Embracing advanced technologies and automation tools can significantly enhance demand forecast accuracy. Algorithms, artificial intelligence, and predictive analytics can process vast amounts of data quickly and provide more accurate predictions.

For retailers looking to secure a competitive edge, investment in cutting-edge forecasting and adaptable tools, capable of learning from evolving market patterns, is imperative. By doing so, these businesses can not only rectify inventory inaccuracies but also empower their teams to concentrate on more strategic, high-value tasks, thereby ensuring the continued prosperity of their operations.

Step 3: Centralize Your Data for Real-Time Visibility

To improve forecast accuracy, retailers should centralize their data sources and create a single source of truth. A centralized data repository enables real-time visibility into inventory levels, sales data, and other relevant information. This centralized approach allows for quick decision-making and ensures that all stakeholders are working with the same data.

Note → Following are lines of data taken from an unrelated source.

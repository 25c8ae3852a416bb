import { requireNumber } from '../require-number.js'

export interface DrinkingAtOnceInput {
  headCount: number
  /** Share of the herd, 0.1 for 10 %. */
  shareAtOnce: number
}

/**
 * Head that drink at the same time: head · share, up to the next whole animal.
 *
 * @param input.headCount whole number ≥ 1.
 * @param input.shareAtOnce share > 0 and ≤ 1. Published: 0.02–0.04 where cattle come singly, 0.05–0.10 as a herd.
 * @returns head, a whole number.
 * @throws EngineeringInputError naming the field.
 * @see Ohio State University Extension, fact sheet ANR-12, 11 February 2003; the share is a district setting.
 * @example drinkingAtOnce({ headCount: 75, shareAtOnce: 0.1 }) // 8
 */
export function drinkingAtOnce({ headCount, shareAtOnce }: DrinkingAtOnceInput): number {
  const head = requireNumber({ field: 'headCount', value: headCount, min: 1, integer: true })
  const share = requireNumber({ field: 'shareAtOnce', value: shareAtOnce, exclusiveMin: 0, max: 1 })
  return Math.ceil(head * share - 1e-9)
}
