import { rampWidth, type RampWidthInput } from './ramp-width.js'

/**
 * Least ramp width for a herd: width = base + perHead · head, rounded as the rule says, within its limits.
 *
 * @param input.headCount adult and weaned animals, whole number ≥ 1.
 * @param input.rule baseFt ≥ 0, perHeadFt ≥ 0, rounding, minimumFt > 0, maximumFt ≥ minimumFt (ft); unless given
 *   10 ft + 0.1 ft per head, no rounding, 10 to 80 ft.
 * @returns width, ft.
 * @throws EngineeringInputError naming the field.
 * @see K-State, Livestock Watering Handbook, chapter "Limited Access", undated; rounding is a district setting.
 * @example rampWidthFt({ headCount: 50 }) // 15
 */
export function rampWidthFt(input: RampWidthInput): number {
  return rampWidth(input).widthFt
}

Step 4: Don’t Let Go of Past Data

Historical data represents an invaluable asset in the quest for more accurate demand forecasting. Retailers should maintain a comprehensive historical dataset that includes records of sales, revenue, discount strategies, promotional activities, size-related variations, stockouts, and exposure metrics. This historical data provides a solid foundation for forecasting, as it sheds light on past patterns and trends, which are essential for shaping future forecasts.

Furthermore, a thorough analysis of historical data can uncover valuable insights for optimizing the assortment mix and depth. By examining this data, retailers gain a holistic perspective that helps in fine-tuning inventory strategies. This comprehensive approach also simplifies the identification and rectification of issues, such as size cuts and highly discounted sales within the sales history. All of these factors contribute to a more refined and accurate forecasting process.

Step 5: Bring in In-Depth Algorithm Analysis

In-depth algorithm analysis is crucial for retailers to enhance demand forecasting. This involves ongoing assessment to understand model strengths and weaknesses, ensuring adaptability to shifting market dynamics. Steps include identifying persistent top sellers, conducting granular-level computations with multiple product attributes, and analyzing past data to determine the ideal assortment mix and depth. By focusing on these aspects, retailers can fine-tune their forecasting algorithms, leading to more accurate predictions and improved inventory management.

Step 6: Incorporate Granularity Models

One-size-fits-all forecasting models may not provide the level of accuracy needed in today’s retail landscape. To improve accuracy, consider incorporating granularity into your forecasting models. Granularity here entails crafting distinct forecasts for various product categories, individual store locations, and even delving into the realm of SKU-level forecasts. This meticulous level of detail empowers retailers to make more pinpoint predictions and execute inventory optimization strategies with greater finesse.

This approach is not just about accuracy; it’s also about understanding the intricate nuances of your inventory. It enables retailers to predict true size ratios more effectively, ensuring that stock levels align with customer demands. Additionally, incorporating planned trends and promotions through a granular override system further refines forecasting accuracy. By dissecting and addressing each component of your retail operations with granularity, you’re better equipped to navigate the complexities of the modern retail environment, ultimately driving growth and profitability.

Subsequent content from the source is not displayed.